Rep: Muhammad Nursyamsyi/ Red: Esthi Maharani
Menteri Koordinator Perekonomian Sofyan Djalil.
Foto: Republika/Yasin Habibi
Menteri Koordinator Perekonomian Sofyan Djalil.

REPUBLIKA.CO.ID, JAKARTA -- Menteri Koordinator Bidang Perekonomian Sofyan Djalil menilai menurunnya daya beli masyarakat saat ini akibat dari jatuhnya harga komoditi.

"Beberapa tahun terakhir, kita sangat bergantung pada komoditi, bukan hampir tapi semua komoditi jatuh," katanya di Kantor Kemenko Perekonomian, Jalan Lapangan Banteng Timur, Jakarta Pusat, Kamis (23/7)

Untuk meningkatkan daya beli masyarakat, ia mengatakan pemerintah akan melakukan sejumalah percepatan seperti percepatan program pembangunan, percepatan anggaran pembangunan, dan juga percepatan investasi pemerintah dan swasta.

"Saya dapat laporan dari BKPM bahwa tingkat realisasi investasi cukup meningkat, itu bagus," lanjutnya.

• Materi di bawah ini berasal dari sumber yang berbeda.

START_TEST(test_published_figure)
{
	const struct fit_row *r = fit_find("figure", figures[_i].key);
	double v = figure_value(figures[_i].key);

	ck_assert_msg(r != NULL, "wall_fit.tsv: no figure %s", figures[_i].key);
	/* the C model gives what wall_fit.py's model gave with the fitted
	 * parameters (the defaults are rounded to 3 digits) */
	ck_assert_double_eq_tol(v, r->v[2], 0.01 * fabs(r->v[2]) + 1e-3);
	ck_assert_msg(v >= figures[_i].low && v <= figures[_i].high,
	              "%s: model %g outside [%g, %g] (published %g)", figures[_i].key, v,
	              figures[_i].low, figures[_i].high, r->v[0]);
}
END_TEST

START_TEST(test_mahoney_order)
{
	/* Mahoney et al. 1991 [R]: +0.4, +0.8, +8.4 mmHg at 6, 10, 14 % O2, plasma
	 * much more: the change grows with the pO2 and plasma changes most */
	double a = figure_value("mahoney_iced_6"), b = figure_value("mahoney_iced_10");
	double c = figure_value("mahoney_iced_14"), pl = figure_value("mahoney_plasma");

	ck_assert(0.0 < a && a < b && b < c);
	ck_assert(pl > 2.0 * c);
}
END_TEST

START_TEST(test_pretto_order)
{
	/* Pretto & Rochford 1994 [R]: from 650 mmHg plastic loses O2 faster at
	 * room temperature than on ice */
	ck_assert(figure_value("pretto_room") < figure_value("pretto_iced"));
	ck_assert(figure_value("pretto_iced") < 0.0);
}
END_TEST

START_TEST(test_iced_glass_stable)
{
	/* Mahoney et al. 1991 [R]: iced glass stable 60 min. Glass has no wall;
	 * with the nominal metabolism on ice (J Appl Physiol 1965 [R], Q10 2
	 * [M]) the 14 % sample falls 2.6 mmHg (measured) */
	double v = scenario(SX_WALL_GLASS, 0.14 * 713.0, 15.0, 60.0, 2.0, 1);

	ck_assert_double_eq_tol(scenario(SX_WALL_GLASS, 0.14 * 713.0, 15.0, 60.0, 2.0, 0), 0.0,
	                        1e-9);
	ck_assert(v < 0.0 && v > -3.0);
}
END_TEST
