static void map_record(sx_hl7_ctx *c, const msg_unit *units, const plan *p, sx_hl7_record *rec)
{
	sx_hl7_rec *r = sx_calloc(1, sizeof *r);
	const msg_unit *list[1 + 64];
	size_t count = 0;
	const msg_unit *main_unit;
	const sx_hl7_segment *spm, *obr = NULL, *pid, *pv1;

	sx_specimen_init(&rec->specimen);
	sx_diag_list_init(&rec->diags);
	if (!r) {
		sx_hl7_report(c, rec, SX_ERROR, SX_ENOMEM, 207, false, NULL, 0, 0, 0,
		              "out of memory");
		rec->input_errors = 1;
		return;
	}
	r->rec = rec;
	r->s = &rec->specimen;
	r->s->source = c->opt->source;

	if (p->spm >= 0)
		list[count++] = &units[p->spm];
	for (size_t i = 0; i < p->obr_count && count < sizeof list / sizeof list[0]; i++)
		list[count++] = &units[p->obr_first + i];
	qsort(list, count, sizeof list[0], by_segment);
	main_unit = p->spm >= 0 ? &units[p->spm] : &units[p->obr_first];
	spm = p->spm >= 0 ? &c->m->segments[units[p->spm].seg] : NULL;
	if (p->obr_count)
		obr = &c->m->segments[units[p->obr_first].seg];
	pid = seg_at(c, main_unit->pid);
	pv1 = seg_at(c, main_unit->pv1);
	rec->line = (spm ? spm : obr)->line;
	r->s->source_line = rec->line;

	/* notes and observations, in message order: the message's, the
	 * patient's, then the units' */
	map_range(c, r, 1, c->message_end);
	if (main_unit->pid >= 0)
		map_range(c, r, main_unit->patient_first, main_unit->patient_end);
	for (size_t i = 0; i < count; i++)
		map_range(c, r, list[i]->seg + 1, list[i]->end);

	/* fields from segments, where the observations gave none */
	if (spm && !r->s->present[SX_F_SPECIMEN_ID]) {
		text_from(c, r, SX_F_SPECIMEN_ID, spm, 2, 1, 2, 1); /* filler id */
		text_from(c, r, SX_F_SPECIMEN_ID, spm, 2, 1, 1, 1); /* placer id */
	}
	for (size_t i = 0; i < p->obr_count && !r->s->present[SX_F_SPECIMEN_ID]; i++) {
		const sx_hl7_segment *o = &c->m->segments[units[p->obr_first + i].seg];
		text_from(c, r, SX_F_SPECIMEN_ID, o, 3, 1, 1, 0); /* filler order number */
		text_from(c, r, SX_F_SPECIMEN_ID, o, 2, 1, 1, 0); /* placer order number */
	}
	map_patient_id(c, r, pid);
	map_location(c, r, pv1);
	for (size_t i = 0; i < p->obr_count; i++) {
		const sx_hl7_segment *o = &c->m->segments[units[p->obr_first + i].seg];
		text_from(c, r, SX_F_COLLECTOR, o, 10, 1, 1, 0); /* XCN.1: the id, not the name */
	}
	map_specimen_type(c, r, spm, spm ? NULL : obr);
	if (spm)
		time_from(c, r, SX_F_COLLECTED_AT, spm, 17, 1, 1); /* DR: range start, TS.1 */
	if (spm)
		time_from(c, r, SX_F_RECEIVED_AT, spm, 18, 1, 0);
	for (size_t i = 0; i < p->obr_count; i++) {
		const sx_hl7_segment *o = &c->m->segments[units[p->obr_first + i].seg];
		time_from(c, r, SX_F_COLLECTED_AT, o, 7, 1, 0);
		time_from(c, r, SX_F_RECEIVED_AT, o, 14, 1, 0);
	}
	map_amount(c, r, spm);
	map_condition(c, r, spm);
	map_analysed(c, r);
	map_age(c, r, pid);
	sx_hl7_finish_agents(c, r);
	if (r->comments_len && !r->s->present[SX_F_COMMENTS])
		sx_hl7_set_value(c, r, SX_F_COMMENTS, r->comments, r->comments_len, NULL, NULL, 0,
		                 0, 0);
	else if (r->comments_len) {
		/* SX-COMMENTS observations and notes together */
		size_t old = strlen(r->s->text[SX_F_COMMENTS]);
		char *both = sx_malloc(old + 2 + r->comments_len + 1);
		if (both) {
			memcpy(both, r->s->text[SX_F_COMMENTS], old);
			memcpy(both + old, "; ", 2);
			memcpy(both + old + 2, r->comments, r->comments_len);
			both[old + 2 + r->comments_len] = '\0';
			sx_hl7_set_value(c, r, SX_F_COMMENTS, both,
			                 old + 2 + r->comments_len > SX_MAX_TEXT
			                         ? SX_MAX_TEXT
			                         : old + 2 + r->comments_len,
			                 NULL, NULL, 0, 0, 0);
			sx_free(both);
		}
	}
	if (!r->s->present[SX_F_SPECIMEN_ID]) {
		sx_hl7_report(
		        c, rec, SX_ERROR, SX_EINVAL, 101, false, spm ? spm : obr, spm ? 2 : 3, 0, 0,
		        "no specimen id (%s); the specimen at line %u cannot be identified",
		        spm ? "SPM-2, OBR-3 and OBR-2 are empty" : "OBR-3 and OBR-2 are empty",
		        rec->line);
	}
	rec->input_errors = rec->diags.errors;
	/* every diagnostic of the specimen gets its id */
	if (r->s->present[SX_F_SPECIMEN_ID])
		for (size_t i = 0; i < rec->diags.count; i++)
			if (!rec->diags.items[i].specimen_id)
				rec->diags.items[i].specimen_id =
				        sx_strdup(r->s->text[SX_F_SPECIMEN_ID]);
	sx_free(r);
}

/* ---- the message ----------------------------------------------------------------- */

typedef struct message_kind {
	const char *code, *event;
	structure shape;
} message_kind;

static const message_kind kinds[] = {
        {"ORU", "R01", ORDER_FIRST},    {"ORU", "R30", ORDER_FIRST},    {"ORU", "R31", ORDER_FIRST},
        {"ORU", "R32", ORDER_FIRST},    {"OUL", "R22", SPECIMEN_FIRST}, {"OML", "O21", ORDER_FIRST},
        {"OML", "O33", SPECIMEN_FIRST},
};

/* MSH-12: 2.3 up to 2.8 (and later 2.x, with a warning). 0 ok, 1 warn, -1
 * refuse. */
static int version_check(const char *v)
{
	long minor = 0;
	const char *p;
	if (strncmp(v, "2.", 2) != 0 || v[2] < '0' || v[2] > '9')
		return -1;
	for (p = v + 2; *p >= '0' && *p <= '9'; p++)
		if (minor < 1000)
			minor = minor * 10 + (*p - '0');
	if (*p && *p != '.')
		return -1;
	if (minor < 3)
		return -1;
	return minor > 8 ? 1 : 0;
}

static bool read_header(sx_hl7_ctx *c, structure *shape)
{
	const sx_hl7_segment *msh = &c->m->segments[0];
	const char *v, *code, *event;
	char q[80], code_buf[8], event_buf[8];
	size_t n, cn, en;
	bool known_code = false;
	int vc;

	/* MSH-10: the name of the message in every diagnostic */
	v = sx_hl7_value(c, NULL, msh, 10, 1, 0, 0, true, &n);
	if (n > SX_HL7_MAX_CONTROL_ID) {
		snprintf(c->name, sizeof c->name, "message at line %u", c->res->line);
		sx_hl7_report(c, NULL, SX_ERROR, SX_ELIMIT, 102, true, msh, 10, 0, 0,
		              "the message control id is %zu bytes long; the limit is %d", n,
		              SX_HL7_MAX_CONTROL_ID);
	} else if (n == 0) {
		snprintf(c->name, sizeof c->name, "message at line %u (no MSH-10)", c->res->line);
		sx_hl7_report(c, NULL, SX_ERROR, SX_EINVAL, 101, true, msh, 10, 0, 0,
		              "the message control id is missing");
	} else {
		memcpy(c->res->control_id, v, n + 1);
		c->res->has_control_id = true;
		snprintf(c->name, sizeof c->name, "message %s", c->res->control_id);
	}

	/* MSH-9: message type */
	code = sx_hl7_value(c, NULL, msh, 9, 1, 1, 0, true, &cn);
	sx_hl7_copy_text(code_buf, sizeof code_buf, code);
	event = sx_hl7_value(c, NULL, msh, 9, 1, 2, 0, true, &en);
	sx_hl7_copy_text(event_buf, sizeof event_buf, event);
	snprintf(c->res->type, sizeof c->res->type, "%s%s%s", code_buf, en ? "^" : "", event_buf);
	if (cn == 0) {
		sx_hl7_report(c, NULL, SX_ERROR, SX_EINVAL, 101, true, msh, 9, 1, 0,
		              "the message type is missing");
		c->res->ack_code = SX_HL7_AR;
		return false;
	}
	{
		bool found = false;
		for (size_t i = 0; i < sizeof kinds / sizeof kinds[0]; i++) {
			if (strcmp(kinds[i].code, code_buf) != 0)
				continue;
			known_code = true;
			if (strcmp(kinds[i].event, event_buf) == 0) {
				*shape = kinds[i].shape;
				found = true;
			}
		}
		if (!found) {
			sx_hl7_report(
			        c, NULL, SX_ERROR, SX_EINVAL, known_code ? 201 : 200, true, msh, 9,
			        known_code ? 2 : 1, 0,
			        "message type %s is not read by syrinx (it reads ORU^R01, "
			        "OUL^R22, OML^O21, OML^O33 and ORU^R30 to R32); the message was "
			        "skipped",
			        sx_hl7_quoted(c->res->type, q, sizeof q));
			c->res->ack_code = SX_HL7_AR;
			return false;
		}
	}

	/* MSH-12: version */
	v = sx_hl7_value(c, NULL, msh, 12, 1, 1, 0, true, &n);
	if (n == 0) {
		sx_hl7_report(c, NULL, SX_WARNING, SX_OK, 101, true, msh, 12, 0, 0,
		              "the version id is missing; the message was read as v2.5.1");
	} else if ((vc = version_check(v)) < 0) {
		sx_hl7_report(
		        c, NULL, SX_ERROR, SX_EINVAL, 203, true, msh, 12, 1, 0,
		        "version '%s' is not read by syrinx (it reads v2.3 to v2.8); the message "
		        "was skipped",
		        sx_hl7_quoted(v, q, sizeof q));
		c->res->ack_code = SX_HL7_AR;
		return false;
	} else if (vc > 0) {
		sx_hl7_report(c, NULL, SX_WARNING, SX_OK, 203, true, msh, 12, 1, 0,
		              "version '%s' is later than v2.8; it was read as v2.8",
		              sx_hl7_quoted(v, q, sizeof q));
	}

	/* MSH-7: its offset is the sender's for times without one */
	v = sx_hl7_value(c, NULL, msh, 7, 1, 1, 0, true, &n);
	if (n == 0) {
		sx_hl7_report(c, NULL, SX_ERROR, SX_EINVAL, 101, true, msh, 7, 0, 0,
		              "the message time is missing");
	} else {
		const char *why = NULL;
		unsigned col = 0;
		if (sx_time_parse_detailed(SX_TIME_HL7, v, n, c->opt->default_offset_min, &c->msh7,
		                           &col, &why) != SX_OK) {
			sx_hl7_report(
			        c, NULL, SX_ERROR, SX_ETIME, 102, true, msh, 7, 1, 0,
			        "message time '%s' is not an HL7 date/time (%s; character %u)",
			        sx_hl7_quoted(v, q, sizeof q), why ? why : "malformed", col);
		} else {
			c->has_msh7 = true;
			if (c->msh7.has_offset) {
				c->offset_min = c->msh7.offset_min;
				c->offset_from_msh = true;
			}
		}
	}

	if (c->m->charset == SX_HL7_OTHER) {
		v = sx_hl7_value(c, NULL, msh, 18, 1, 0, 0, true, &n);
		sx_hl7_report(
		        c, NULL, SX_WARNING, SX_OK, 0, true, msh, 18, 0, 0,
		        "character set '%s' is not one syrinx converts (ASCII, UNICODE UTF-8, "
		        "8859/1); the text was read as UTF-8",
		        sx_hl7_quoted(v, q, sizeof q));
	}
	return true;
}

/* Cut the message into units (see the top of the file). */
static size_t cut_units(sx_hl7_ctx *c, msg_unit *units, size_t max, size_t *dropped)
{
	size_t count = 0;
	long pid = -1, pv1 = -1;
	size_t patient_first = 0;
	bool patient_open = false;
	msg_unit *cur = NULL;

	c->message_end = c->m->segment_count;
	*dropped = 0;
	for (size_t i = 1; i < c->m->segment_count; i++) {
		const sx_hl7_segment *s = &c->m->segments[i];
		bool is_obr = strcmp(s->id, "OBR") == 0, is_spm = strcmp(s->id, "SPM") == 0;
		if (strcmp(s->id, "PID") == 0) {
			if (c->message_end == c->m->segment_count)
				c->message_end = i;
			if (cur)
				cur->end = i;
			cur = NULL;
			pid = (long)i;
			pv1 = -1;
			patient_first = i + 1;
			patient_open = true;
			continue;
		}
		if (strcmp(s->id, "PV1") == 0) {
			pv1 = (long)i;
			continue;
		}
		if (strcmp(s->id, "DSC") == 0) {
			sx_hl7_report(c, NULL, SX_WARNING, SX_OK, 0, true, s, 0, 0, 0,
			              "continuation (DSC) is not supported: only this part of the "
			              "message was read");
			continue;
		}
		if (strcmp(s->id, "MSH") == 0) {
			sx_hl7_report(
			        c, NULL, SX_ERROR, SX_ESYNTAX, 100, true, s, 0, 0, 0,
			        "a second MSH segment inside one message; the segments after it "
			        "were not read");
			break;
		}
		if (!s->id[0]) {
			char q[80], raw[16];
			sx_hl7_view id = sx_hl7_field(c->m, s, 0);
			size_t k = id.len < sizeof raw - 1 ? id.len : sizeof raw - 1;
			memcpy(raw, id.p, k);
			raw[k] = '\0';
			sx_hl7_report(c, NULL, SX_WARNING, SX_OK, 100, true, NULL, 0, 0, 0,
			              "line %u: '%s' is not a segment id; the segment was ignored",
			              s->line, sx_hl7_quoted(raw, q, sizeof q));
			continue;
		}
		if (!is_obr && !is_spm)
			continue;
		if (c->message_end == c->m->segment_count)
			c->message_end = i;
		if (cur)
			cur->end = i;
		if (count >= max) {
			(*dropped)++;
			cur = NULL;
			continue;
		}
		cur = &units[count++];
		cur->seg = i;
		cur->end = c->m->segment_count;
		cur->spm = is_spm;
		cur->pid = pid;
		cur->pv1 = pv1;
		cur->patient_first = patient_first;
		cur->patient_end = i;
		if (patient_open) {
			/* the patient's own observations end at the first unit */
			for (size_t k = 0; k < count - 1; k++)
				if (units[k].pid == pid)
					cur->patient_end = units[k].patient_end;
		}
	}
	return count;
}
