/* SPDX-License-Identifier: MIT */
/*
 * explain.c - `syrinx explain [FILE] --specimen ID`: one specimen's timeline,
 * each phase with its duration and temperature, and what each mechanism did to
 * its pO2.
 */
#include <errno.h>
#include <getopt.h>
#include <stdio.h>
#include <string.h>

#include "cli/cli.h"
#include "core/sxtime.h"
#include "feed/feed.h"
#include "model/screen.h"
#include "report/report.h"

static const char explain_usage[] =
	"usage: syrinx explain [options] --specimen ID [FILE]\n"
	"\n"
	"Shows how syrinx reached its verdict for one specimen of a feed (standard\n"
	"input when no FILE is given): the phases from collection to analysis, how\n"
	"long each lasted and at what temperature, and how much each mechanism\n"
	"moved the pO2 in each phase.\n"
	"\n"
	"options:\n"
	"  --specimen ID          the specimen_id to explain (required)\n"
	"  --input auto|xml|hl7   feed format (default auto)\n"
	"  --ruleset DIR          the ruleset (default: the shipped rulesets/default)\n"
	"  --utc-offset OFFSET    offset assumed for times without one (default: the\n"
	"                         ruleset's site.utc_offset)\n"
	"  -h, --help             this text\n"
	"\n"
	"exit status: 0 explained; 1 the specimen was not found or its input has errors;\n"
	"2 wrong command line.\n"
	"\n"
	"example:\n"
	"  syrinx explain --specimen BG-260314-0016 fixtures/demo/morning.xml\n";

static int explain_one(FILE *fp, const char *name, sx_feed_format format, int offset,
		       int offset_given, const char *id, const char *ruleset)
{
	sx_feed_options fo = {format, offset, sx_screener_map_code, NULL};
	sx_diag_list diags;
	sx_feed *feed = NULL;
	sx_specimen s;
	sx_feed_item item;
	bool got = true;
	size_t seen = 0;
	int status = SX_EXIT_INPUT;
	sx_screener *screener = NULL;

	sx_diag_list_init(&diags);
	sx_specimen_init(&s);
	status = sx_cli_load_screener("explain", ruleset, &screener);
	if (status != SX_EXIT_OK)
		goto out;
	status = SX_EXIT_INPUT;
	fo.map_context = screener;
	if (!offset_given)
		fo.default_offset_min = sx_screener_settings(screener)->utc_offset_min;
	if (sx_feed_open(fp, name, &fo, &feed, &diags) != SX_OK)
		goto out;
	while (got) {
		size_t mark = diags.count;
		sx_feed_next(feed, &s, &item, &got, &diags);
		if (!got)
			break;
		seen++;
		if (!sx_specimen_has(&s, SX_F_SPECIMEN_ID) ||
		    strcmp(s.text[SX_F_SPECIMEN_ID], id) != 0) {
			sx_diag_list_clear(&diags);
			continue;
		}
		if (item.input_errors) {
			for (size_t i = mark; i < diags.count; i++)
				sx_cli_print_diag(stderr, &diags.items[i]);
			fprintf(stderr, "%s: error: specimen %s has input errors and cannot be "
					"explained\n",
				name, id);
			goto out;
		}
		{
			static sx_explanation ex; /* large */
			sx_strbuf b;
			if (sx_screener_explain(screener, &s, &ex) != SX_OK) {
				status = SX_EXIT_SOFTWARE;
				goto out;
			}
			for (size_t i = mark; i < diags.count; i++)
				if (diags.items[i].severity == SX_WARNING)
					sx_verdict_add_warning(&ex.verdict, "%s",
							       diags.items[i].message);
			sx_strbuf_init(&b, 0);
			sx_report_explain_text(&b, &s, &ex);
			if (b.len)
				fwrite(b.data, 1, b.len, stdout);
			sx_strbuf_free(&b);
			status = SX_EXIT_OK;
			goto out;
		}
	}
	sx_cli_print_diags(stderr, &diags);
	fprintf(stderr, "%s: error: no specimen %s among the %zu specimens read\n", name, id,
		seen);
out:
	sx_diag_list_clear(&diags);
	sx_specimen_clear(&s);
	sx_feed_close(feed);
	sx_screener_free(screener);
	return status;
}

int sx_cmd_explain(int argc, char **argv)
{
	static const struct option longopts[] = {
		{"specimen", required_argument, NULL, 's'}, {"input", required_argument, NULL, 'i'},
		{"utc-offset", required_argument, NULL, 'z'}, {"help", no_argument, NULL, 'h'},
		{"ruleset", required_argument, NULL, 'r'},
		{NULL, 0, NULL, 0},
	};
	const char *id = NULL, *ruleset = NULL;
	int offset_given = 0;
	sx_feed_format format = SX_FEED_AUTO;
	int offset = 0, c, status;
	FILE *fp;

	optind = 1;
	while ((c = getopt_long(argc, argv, "h", longopts, NULL)) != -1) {
		switch (c) {
		case 's':
			id = optarg;
			break;
		case 'i':
			if (strcmp(optarg, "auto") == 0)
				format = SX_FEED_AUTO;
			else if (strcmp(optarg, "xml") == 0)
				format = SX_FEED_XML;
			else if (strcmp(optarg, "hl7") == 0)
				format = SX_FEED_HL7;
			else {
				fprintf(stderr, "syrinx explain: --input takes auto, xml or hl7, not "
						"'%s'\n",
					optarg);
				return SX_EXIT_USAGE;
			}
			break;
		case 'r':
			ruleset = optarg;
			break;
		case 'z':
			offset_given = 1;
			if (sx_parse_offset(optarg, &offset) != SX_OK) {
				fprintf(stderr, "syrinx explain: --utc-offset takes an offset such as "
						"+01:00, not '%s'\n",
					optarg);
				return SX_EXIT_USAGE;
			}
			break;
		case 'h':
			fputs(explain_usage, stdout);
			return SX_EXIT_OK;
		default:
			fputs("syrinx explain: see 'syrinx explain --help'\n", stderr);
			return SX_EXIT_USAGE;
		}
	}
	if (!id) {
		fputs("syrinx explain: say which specimen with --specimen ID\n", stderr);
		return SX_EXIT_USAGE;
	}
	if (argc - optind > 1) {
		fputs("syrinx explain: give one feed file (or none for standard input)\n", stderr);
		return SX_EXIT_USAGE;
	}
	if (optind == argc || strcmp(argv[optind], "-") == 0)
		return explain_one(stdin, "-", format, offset, offset_given, id, ruleset);
	fp = fopen(argv[optind], "rb");
	if (!fp) {
		fprintf(stderr, "%s: error: cannot open: %s\n", argv[optind], strerror(errno));
		return SX_EXIT_INPUT;
	}
	status = explain_one(fp, argv[optind], format, offset, offset_given, id, ruleset);
	fclose(fp);
	return status;
}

Selain itu, percepatan dalam sektor infrastruktur mutlak diperlukan karena ia katakan memiliki pengaruh terhadap daya beli masyarakat. Insentif perpajakan juga ia nilai dapat dijadikan sebagai daya dorong dalam keadaaan ekonomi yang tidak terlalu baik sekarang ini.

Sementara itu, ia juga memuji kebijakan Menteri Kelautan dan Perikanan Susi Pudjiastuti dalam memberantas ilegal fishing. Sofyan menilai, kebijakan tersebut berkontribusi dalam mendorong produksi dalam negeri.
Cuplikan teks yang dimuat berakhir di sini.